I have this paper bag named Buddy. Buddy is on its 3rd or 4th iteration since my first severe panic attack following my son's death. Hyperventilation = paper bag breathing. If I am not stubborn and I grab Buddy quickly I can regain control of my breathing in less than 5 minutes. If I am prideful this process can take over an hour. The experience is also much improved by a well-used Buddy. The paper becomes softer and makes less noise as you breathe in and out. It takes less effort to inhale and exhale. Sometimes Buddy has to be the first line of defense against acute panic, and then sometimes hangs in while secondary measures take their time to override my central nervous system.
This Buddy hasn't had so many uses yet.

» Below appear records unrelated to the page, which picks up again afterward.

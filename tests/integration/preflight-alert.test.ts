// A preflight finding marked "may affect airworthiness" sends the same "possibly unsafe" alert as
// a squawk report so marked (one code path, through the outbox); a finding without the mark sends
// none. Cottonwood keeps one maintenance person and the pilot holds the only booking on N0488C,
// so the marked finding queues exactly one e-mail.
import { and, eq } from "drizzle-orm";
import { beforeAll, describe, expect, it } from "vitest";
import { bookings, emailOutbox, squawks } from "@/db/schema";
import { DEMO_CLUBS } from "@/db/seed/scenario";
import { getPreflightTemplate } from "@/db/queries/tools-preflight";
import { recordPreflight } from "@/lib/actions/preflight/record-preflight";
import { EMPTY, clubBySlug, db, form, signInAs } from "./helpers";
import { planeId, seedScenario } from "./bookings-helpers";

const SLUG = DEMO_CLUBS.find((c) => c.key === "cottonwood")!.slug;
const PILOT = "cottonwood.pilot@hangarline.test";

describe("preflight finding marked as possibly unsafe", () => {
  let bookingId = "";
  let aircraftId = "";

  beforeAll(async () => {
    await seedScenario();
    aircraftId = planeId(SLUG, "N0488C");
    const club = clubBySlug(SLUG);
    const row = db().select().from(bookings).where(and(eq(bookings.clubId, club.id), eq(bookings.aircraftId, aircraftId))).get();
    expect(row).toBeDefined();
    bookingId = row!.id;
  });

  function alerts() {
    return db().select().from(emailOutbox).where(and(eq(emailOutbox.clubId, clubBySlug(SLUG).id), eq(emailOutbox.template, "squawk-alert"))).all();
  }

  /** Every item as expected except the first engine-area item, which is a finding. */
  function withFinding(note: string, marked: boolean) {
    const template = getPreflightTemplate(db(), clubBySlug(SLUG).id, aircraftId)!;
    const fields: Record<string, string | string[]> = { club: SLUG, bookingId, oilQuantity: String(template.oilMinimum), sumpPoint: template.sumpPoints, fuelTank: template.fuelTanks.map((t) => t.name), fuelQuantity: template.fuelTanks.map((t) => String(t.capacity ?? 10)) };
    template.sumpPoints.forEach((_, i) => (fields[`sump.${i}`] = "clear"));
    for (const item of template.items) fields[`result.${item.id}`] = "ok";
    const item = template.items.find((i) => i.kind === "check")!;
    fields[`result.${item.id}`] = "finding";
    fields[`note.${item.id}`] = note;
    if (marked) fields[`grounding.${item.id}`] = "on";
    return { fields, item };
  }

  it("a finding without the mark becomes a squawk and e-mails nobody", async () => {
    signInAs(PILOT);
    const before = alerts().length;
    const { fields } = withFinding("Small scuff on the cowling paint", false);
    const state = await recordPreflight(EMPTY, form(fields));
    expect(state, state.message).toMatchObject({ ok: true });
    expect((state.data as { squawkIds: string[] }).squawkIds).toHaveLength(1);
    expect(state.message).not.toMatch(/e-mailed/);
    expect(alerts()).toHaveLength(before);
  });

  it("a finding marked as possibly affecting airworthiness queues exactly one alert naming the aircraft and the finding", async () => {
    signInAs(PILOT);
    const before = alerts().length;
    const { fields, item } = withFinding("Oil seeping from the crankcase breather", true);
    const state = await recordPreflight(EMPTY, form(fields));
    expect(state, state.message).toMatchObject({ ok: true });
    expect(state.message).toMatch(/Marked as possibly affecting airworthiness: maintenance \(1 person\) was e-mailed\.$/);
    const [squawkId] = (state.data as { squawkIds: string[] }).squawkIds;
    const squawk = db().select().from(squawks).where(eq(squawks.id, squawkId!)).get()!;
    expect(squawk).toMatchObject({ suspectedGrounding: true, foundDuring: "preflight" });

    const queued = alerts().slice(before);
    expect(queued).toHaveLength(1);
    const [mail] = queued;
    expect(mail!.toAddress).toBe("cottonwood.maint@hangarline.test");
    expect(mail!.subject).toContain("N0488C");
    expect(mail!.subject).toContain(item.label.slice(0, 20));
    expect(mail!.payload).toMatchObject({ registration: "N0488C", squawkId, foundDuring: "preflight", because: "maintenance" });
    expect(String(mail!.payload.description)).toContain("Oil seeping from the crankcase breather");
    expect(String(mail!.payload.description)).toContain(item.label);
  });
});
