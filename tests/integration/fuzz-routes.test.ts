// Malformed input thrown at every route handler found under app/api (each route.ts, each exported
// method): wrong types, huge strings, impossible and out-of-range dates, invalid ids, pollution
// keys, malformed JSON and empty bodies, as a club admin (who may do most) and as a plain member.
// No answer may be a 500, and no call may change a row of any table. FUZZ_SEED=<n> reproduces a run.
import path from "node:path";
import { afterAll, beforeAll, describe, expect, it, vi } from "vitest";
import { POST as remindersRoute } from "@/app/api/clubs/[club]/documents/reminders/route";
import { signInAs } from "./helpers";
import {
  BAD_DATES, BAD_IDS, BAD_MONTHS, BROAD_USER, FUZZ_CLUB, GENERIC_BAD, HUGE, PLAIN_MEMBER, POLLUTION_KEYS, ROOT, changedTables, fingerprint, prototypeIsClean, realIds, rng, seedAllOnce, seedFromEnv, walk, widenAdminRoles,
  type Rng,
} from "./fuzz-helpers";

process.env.AUTH_SECRET ??= "fuzz-test-secret-not-used-anywhere-else-0123456789";

const SEED = seedFromEnv(20261202);
const CASES = 14; // per route method and signed-in person
const CLUB = FUZZ_CLUB;
const PEOPLE = [BROAD_USER, PLAIN_MEMBER];
const METHODS = ["GET", "POST", "PUT", "PATCH", "DELETE"] as const;

type Handler = (req: Request, ctx: { params: Promise<Record<string, string | string[]>> }) => Promise<Response>;
type Route = { file: string; url: string; segments: string[]; methods: { method: string; handler: Handler }[] };

/** The route tree as Next sees it: app/api/…/route.ts, with [param] and [...catchAll] segments. */
async function discoverRoutes(): Promise<Route[]> {
  const files = walk(path.join(ROOT, "app/api"), (f) => path.basename(f) === "route.ts");
  const routes: Route[] = [];
  for (const file of files) {
    const mod = (await import(file)) as Record<string, unknown>;
    const segments = path.relative(path.join(ROOT, "app"), path.dirname(file)).split(path.sep);
    const methods = METHODS.filter((m) => typeof mod[m] === "function").map((method) => ({ method, handler: mod[method] as Handler }));
    routes.push({ file: path.relative(ROOT, file), url: `/${segments.join("/")}`, segments, methods });
  }
  return routes;
}

const QUERY_KEYS = ["view", "date", "from", "to", "format", "userId", "aircraftId", "status", "flagged", "month", "limit", "page", "q"];

function paramValue(r: Rng, name: string, ids: string[]): string {
  if (name === "club") return r.chance(0.85) ? CLUB : r.pick(["cottonwood-flyers", "no-such-club", "", HUGE, "../lakeshore-aero", "LAKESHORE-AERO", "%2e%2e"]);
  if (name === "month") return r.chance(0.3) ? r.pick(["2026-03", "2026-01", "1900-01", "2200-12"]) : r.pick([...BAD_MONTHS, ...GENERIC_BAD]);
  if (name === "token") return r.pick(["abc.ics", `${"a".repeat(40)}.ics`, HUGE, "", "../../etc/passwd", ...BAD_IDS]);
  return r.chance(0.35) ? r.pick(ids) : r.pick([...BAD_IDS, ...GENERIC_BAD]);
}

function queryString(r: Rng): string {
  const q = new URLSearchParams();
  const n = r.int(5);
  for (let i = 0; i < n; i++) {
    const key = r.chance(0.8) ? r.pick(QUERY_KEYS) : r.pick(POLLUTION_KEYS);
    const value = r.chance(0.2) ? r.pick(["day", "week", "csv", "json", "open", "1", "2026-05-01"]) : r.pick([...BAD_DATES, ...BAD_IDS, ...GENERIC_BAD]);
    q.append(key, value);
    if (r.chance(0.15)) q.append(key, r.pick(GENERIC_BAD)); // the same key twice
  }
  const s = q.toString();
  return s ? `?${s}` : "";
}

const BOOKING_FIELDS = ["aircraftId", "memberId", "instructorId", "purpose", "startsAt", "endsAt", "carryingPassengers", "acceptedGuards"];

function jsonBody(r: Rng, ids: string[]): string {
  const kind = r.int(9);
  if (kind === 0) return "";
  if (kind === 1) return r.pick(["{", "{\"a\":", "nul", "[1,2", "\u0000", "{'single':'quotes'}", "NaN", "undefined"]);
  if (kind === 2) return r.pick(["null", "[]", "[1,2,3]", "\"text\"", "42", "true", "{}"]);
  if (kind === 3) return r.pick(['{"__proto__":{"polluted":true}}', '{"constructor":{"prototype":{"polluted":true}}}', '{"aircraftId":{"__proto__":{"polluted":true}}}']);
  if (kind === 4) return JSON.stringify({ aircraftId: HUGE, purpose: HUGE });
  const values: unknown[] = [
    -1, -1e308, 1e308, 0, 3.5, true, false, null, [], [1, 2], {}, { nested: { deeper: [1] } }, "", HUGE,
    ...BAD_DATES, ...BAD_IDS.slice(0, 5), "0000-01-01T10:00", "9999-12-31T23:59", "2026-02-30T10:00", ...ids.slice(0, 2),
  ];
  const body: Record<string, unknown> = {};
  for (const f of BOOKING_FIELDS) if (r.chance(0.7)) body[f] = r.pick(values);
  // A plausible booking with one field made wrong: the refusal must come from that field.
  if (kind >= 7) {
    Object.assign(body, { aircraftId: r.pick(ids), startsAt: "2026-12-01T10:00", endsAt: "2026-12-01T11:00" });
    body[r.pick(["startsAt", "endsAt", "aircraftId"])] = r.pick(["0000-01-01T10:00", "9999-12-31T23:59", "2026-02-30T10:00", ...BAD_IDS, -1, null, [], {}]);
  }
  return JSON.stringify(body);
}

describe("fuzz: every route handler refuses malformed input without a 500 and without writing", () => {
  let routes: Route[] = [];
  let ids: string[] = [];

  beforeAll(async () => {
    await seedAllOnce();
    widenAdminRoles();
    routes = await discoverRoutes();
    // The auth library logs every refused request at length; the statuses are what is checked.
    vi.spyOn(console, "error").mockImplementation(() => undefined);
    ids = Object.values(realIds(2)).flat();
    // Queuing the reminders that are due is the one write a request without input makes (it is
    // idempotent): done once here, so every fuzzed call after it must leave the tables as they are.
    signInAs(BROAD_USER);
    await remindersRoute(new Request(`http://app.test/api/clubs/${CLUB}/documents/reminders`, { method: "POST" }), { params: Promise.resolve({ club: CLUB }) });
  }, 60_000);

  afterAll(() => {
    vi.restoreAllMocks();
  });

  it("finds the route tree", () => {
    expect(routes.length).toBeGreaterThanOrEqual(26);
    expect(routes.flatMap((r) => r.methods).length).toBeGreaterThanOrEqual(28);
  });

  it("answers no malformed request with a 500 and writes nothing", async () => {
    const r = rng(SEED);
    const failures: string[] = [];
    let calls = 0;
    for (const route of routes) {
      for (const { method, handler } of route.methods) {
        for (const person of PEOPLE) {
          signInAs(person);
          for (let i = 0; i < CASES; i++) {
            const params: Record<string, string | string[]> = {};
            let url = "";
            for (const seg of route.segments) {
              const catchAll = /^\[\.\.\.(\w+)\]$/.exec(seg);
              const single = /^\[(\w+)\]$/.exec(seg);
              if (catchAll) {
                const parts = [r.pick(["session", "csrf", "providers", "signin", "callback", "signout", HUGE.slice(0, 300), "..", "%00"]), ...(r.chance(0.5) ? [r.pick(["credentials", "email", "nodemailer", "x"])] : [])];
                params[catchAll[1]!] = parts;
                url += `/${parts.map(encodeURIComponent).join("/")}`;
              } else if (single) {
                const v = paramValue(r, single[1]!, ids);
                params[single[1]!] = v;
                url += `/${encodeURIComponent(v)}`;
              } else url += `/${seg}`;
            }
            const full = `http://app.test${url.slice(0, 4000)}${queryString(r)}`;
            const init: RequestInit = { method, headers: {} as Record<string, string> };
            if (method !== "GET") {
              const body = jsonBody(r, ids);
              const type = r.pick(["application/json", "application/json", "text/plain", "application/x-www-form-urlencoded", "multipart/form-data; boundary=x", ""]);
              if (type) (init.headers as Record<string, string>)["content-type"] = type;
              if (r.chance(0.3)) (init.headers as Record<string, string>)["stripe-signature"] = r.pick(["t=1,v1=deadbeef", "", HUGE.slice(0, 5000), "t=abc"]);
              init.body = body;
            }
            const label = `${method} ${route.url} #${i} as ${person} (seed ${SEED}): ${full.slice(0, 160)}`;
            const before = fingerprint();
            let status = 0;
            try {
              const res = await handler(new Request(full, init), { params: Promise.resolve(params) });
              status = res.status;
              await res.arrayBuffer();
            } catch (error) {
              failures.push(`${label} threw ${(error as Error).message?.slice(0, 200)}`);
              continue;
            } finally {
              calls++;
            }
            if (status >= 500) failures.push(`${label} answered ${status}`);
            const changed = changedTables(before, fingerprint());
            if (changed.length) failures.push(`${label} wrote to ${changed.join(", ")}`);
          }
        }
      }
    }
    console.info(`[fuzz-routes] seed ${SEED}: ${routes.length} route files, ${routes.flatMap((x) => x.methods).length} methods × ${PEOPLE.length} people × ${CASES} cases = ${calls} calls`);
    expect(failures.slice(0, 25)).toEqual([]);
    expect(prototypeIsClean()).toBe(true);
  }, 120_000);
});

It has been 948 days since I came home without Ephrem. I still have panic attacks. 3-4 nights a month I'll wake up in absolute terror. Occasionally I'll get twisted up during waking hours. I do take daily medication to manage anxiety. I do have a Rx for panic attacks, which I use in only the very worst cases (only 4 times this whole year). But Buddy is there for me in the moment every time.
This probably seems like a weird share, which is really okay with me. It's surprising how comfortable bereaved parents can become with weird shares. The point of this is that if you are a bereaved person struggling with anxiety and/or panic attacks, you aren't alone in that. It is hard for me to imagine I'll ever be free of anxiety and panic attacks, but 948 days ago I couldn't imagine going an hour without Buddy, let alone days.